La maladie de Verneuil s’accompagne de conséquences importantes sur la mobilité,
la vie quotidienne, la pratique des loisirs ou du travail.
La qualité de vie des patients est majoritairement très impactée par cette maladie dermatologique.
Le diagnostic
Le diagnostic repose sur l’histoire de la maladie et la visualisation des lésions à l’examen clinique.
Malheureusement, le diagnostic n’est quasiment jamais fait à la phase initiale,
car les symptômes peuvent être discrets et la maladie encore peu connue.
Au stade précoce, elle est souvent confondue avec de simples poils incarnés,
une furonculose ou de l’acné sévère.
Il existe très fréquemment un retard de diagnostic malgré la souffrance des patients.
Cependant, à un stade avancé, le diagnostic est plus évident pour un médecin entraîné.
Comment la soigner
Les antibiotiques vont permettent de stopper une poussée en traitant l’infection intercurrente, mais ils n’empêchent ni les récidives, ni les autres poussées,
ni la suppuration.
L’arrêt du tabac reste important pour permettre une meilleure cicatrisation des lésions, toutefois l’effet du sevrage sur l’évolution de la maladie n’a pas été démontré.

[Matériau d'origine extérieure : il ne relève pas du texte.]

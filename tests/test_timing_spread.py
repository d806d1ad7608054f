"""The irregular clock: reproducible turns, and a run that differs only in time."""

import numpy as np
import pytest
from hypothesis import given, settings
from hypothesis import strategies as st

from emu import Emulator, MachineError, load_machine
from emu.timing import spread_source, timing_model

MACHINES = {name: load_machine(name) for name in ("ref8", "tests/machines/acc12.toml")}


@pytest.mark.parametrize("name", MACHINES)
def test_turns_have_one_duration_per_phase_in_nanoseconds(name):
    machine = MACHINES[name]
    turns = spread_source(machine, seed=1).turns(50)
    assert turns.shape == (50, len(machine.phases)) and turns.dtype == np.int64
    nominal = np.array([p.duration_ns for p in machine.phases])
    assert np.all(np.abs(turns / nominal - 1) < 0.6)
    assert len({tuple(row) for row in turns}) == 50


@given(seed=st.integers(0, 2**32), sizes=st.lists(st.integers(0, 7), min_size=1, max_size=6))
def test_turns_depend_on_the_count_not_on_how_they_are_asked_for(seed, sizes):
    machine = MACHINES["ref8"]
    pieces = [spread_source(machine, seed).turns(0)]
    source = spread_source(machine, seed)
    pieces += [source.turns(k) for k in sizes]
    assert np.array_equal(np.concatenate(pieces), spread_source(machine, seed).turns(sum(sizes)))


def test_one_seed_is_one_build_whose_turns_vary_around_it():
    source = spread_source(MACHINES["ref8"], seed=8)
    turns = source.turns(20_000)
    built = source.built_phase_ns
    assert turns.mean(axis=0) == pytest.approx(built, rel=2e-3)
    assert not np.array_equal(built, spread_source(MACHINES["ref8"], seed=9).built_phase_ns)
    model = timing_model(MACHINES["ref8"])
    mechanical = model.mechanical_times(model.nominal_values)
    assert np.all(turns.std(axis=0) < mechanical * model.jitter * 1e9)


def test_a_machine_without_timing_cannot_spread():
    import dataclasses
    with pytest.raises(MachineError, match=r"no \[timing\] section"):
        spread_source(dataclasses.replace(MACHINES["ref8"], timing=None), seed=1)


def _state(emu):
    machine = emu.machine
    return ({name: emu.get(name) for name in machine.registers} | {name: emu.get(name) for name in machine.flags},
            bytes(emu.memory) if isinstance(emu.memory, bytearray) else tuple(emu.memory),
            emu.cycles, emu.instructions, bytes(emu.output), emu.halt_latch, emu.frozen)


@settings(max_examples=40, deadline=None)
@given(name=st.sampled_from(sorted(MACHINES)), seed=st.integers(0, 2**31),
       image=st.lists(st.integers(0, 4095), min_size=1, max_size=64), cycles=st.integers(1, 400),
       switches=st.integers(0, 255))
def test_a_spread_clock_changes_the_time_and_nothing_else(name, seed, image, cycles, switches):
    machine = MACHINES[name]
    words = [w & machine.data_mask for w in image]
    runs = []
    for source in (None, spread_source(machine, seed)):
        emu = Emulator(machine)
        emu.load([(0, words)])
        emu.switches = switches
        emu.clock_source = source
        reason = emu.run(max_cycles=cycles)
        runs.append((reason, _state(emu), emu.time_ns))
    (nominal_reason, nominal_state, nominal_time), (spread_reason, spread_state, spread_time) = runs
    assert spread_reason == nominal_reason
    assert spread_state == nominal_state
    if cycles > machine.pulses_per_turn:
        # the engine lets the turn in progress finish at nominal speed;
        # every turn after it comes from the source
        assert spread_time != nominal_time
    assert 0.5 < spread_time / nominal_time < 2
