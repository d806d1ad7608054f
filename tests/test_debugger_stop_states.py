"""Stateful property of the stop-state model that 'help' documents (STATE_TABLE):
random sequences of panel actions and runs over a small program with a pause
and a halt. After every command the panel's state line names the state the
engine is in (switch, latch, frozen), the clock is frozen between commands,
and each command did what the table says it does in the state it met.
"""

from __future__ import annotations

import re

import pytest
from hypothesis import settings
from hypothesis import strategies as st
from hypothesis.stateful import RuleBasedStateMachine, invariant, rule, run_state_machine_as_test

from debugger_programs import REF8, session_for

# a loop that pauses, then halts, then starts over: every halt is met again and again
LOOP = """\
start:  li r0, 2
again:  dec r0
        jnz again
        pause
        inc r1
        halt
        jmp start
"""

_STATE = re.compile(r"\(state (STOP|HALT|RUNNING)\)$")


def table_state(e) -> str:
    """The table's state, from the engine alone."""
    if e.frozen:
        return "HALT" if e.halt_latch else "STOP"
    return "RUNNING"


class StopStates(RuleBasedStateMachine):
    def __init__(self):
        super().__init__()
        self.session = session_for(self.folder, LOOP, REF8, "loop.asm", max_cycles=300)

    @property
    def e(self):
        return self.session.emu

    def run(self, line: str) -> tuple[str, str, dict]:
        before = table_state(self.e)
        snapshot = self.e.snapshot_state()
        reply = self.session.execute(line)
        assert "Traceback" not in reply and not reply.startswith("internal error")
        return before, reply, snapshot

    @rule(n=st.integers(1, 12))
    def pulse(self, n):
        before, reply, old = self.run(f"pulse {n}")
        # STOP and HALT both take STEP pulses; they stop early only at a halt they pass
        given = self.e.cycles - old["cycles"]
        assert 1 <= given <= n
        if given < n:
            assert "the halt latch is set; stepping stopped there" in reply

    @rule(n=st.integers(1, 6))
    def instr(self, n):
        before, reply, old = self.run(f"instr {n}")
        assert self.e.cycles > old["cycles"]
        assert "STEP pulse" in reply

    @rule(n=st.integers(1, 80))
    def go(self, n):
        before, reply, old = self.run(f"go {n}")
        if before == "HALT":
            assert reply.startswith("error: the halt latch holds the clock")
            assert self.e.snapshot_state() == old
        else:
            assert reply.startswith("switch at RUN") and self.e.cycles > old["cycles"]

    @rule()
    def resume(self):
        before, reply, old = self.run("resume")
        assert not self.e.halt_latch or "halted by the program" in reply
        if before == "HALT" and old["switch_run"]:
            assert "the clock runs" in reply
        else:
            assert self.e.cycles == old["cycles"]

    @rule(position=st.sampled_from(["run", "stop"]))
    def throw(self, position):
        before, reply, old = self.run(f"throw {position}")
        if before == "HALT":
            # the switch moves; the latch still holds the clock, nothing runs
            assert self.e.switch_run == (position == "run") and self.e.halt_latch
            assert self.e.cycles == old["cycles"]
        elif position == "stop":
            assert reply.startswith("the switch is already at STOP") and self.e.cycles == old["cycles"]

    @invariant()
    def frozen_between_commands(self):
        assert self.e.frozen

    @invariant()
    def the_state_line_agrees_with_the_engine(self):
        head = self.session.execute("panel").splitlines()[0]
        assert _STATE.search(head)[1] == table_state(self.e)
        assert head.startswith("ref8 panel — frozen: ")
        assert (f"switch at {'RUN' if self.e.switch_run else 'STOP'}" in head) or table_state(self.e) == "STOP"
        why = self.session.execute("why").splitlines()[1]
        assert f"(state {table_state(self.e)})" in why


@pytest.fixture
def stop_states(tmp_path, monkeypatch):
    monkeypatch.chdir(tmp_path)
    StopStates.folder = tmp_path
    return StopStates


def test_the_stop_state_table_holds_for_any_sequence(stop_states):
    run_state_machine_as_test(stop_states, settings=settings(max_examples=60, stateful_step_count=25,
                                                              deadline=None))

Le seul traitement efficace dans la maladie de Verneuil est la chirurgie.
L’intervention nécessite la suppression (ablation) complète des tissus malades et peut parfois exiger un sacrifice cutané important.
En fonction de la taille et de la localisation, il peut être nécessaire de réaliser plusieurs interventions chirurgicales pour la même localisation.
Après l’intervention, la plaie est généralement laissée ouverte et demande des soins réguliers jusqu’à la fin de la cicatrisation.
Le processus de cicatrisation peut prendre entre six semaines et quatre mois selon l’importance et l’étendue des lésions.
Après un traitement chirurgical, il n’y a normalement pas de récidive au niveau des lésions excisées, cependant de nouvelles localisations peuvent apparaître.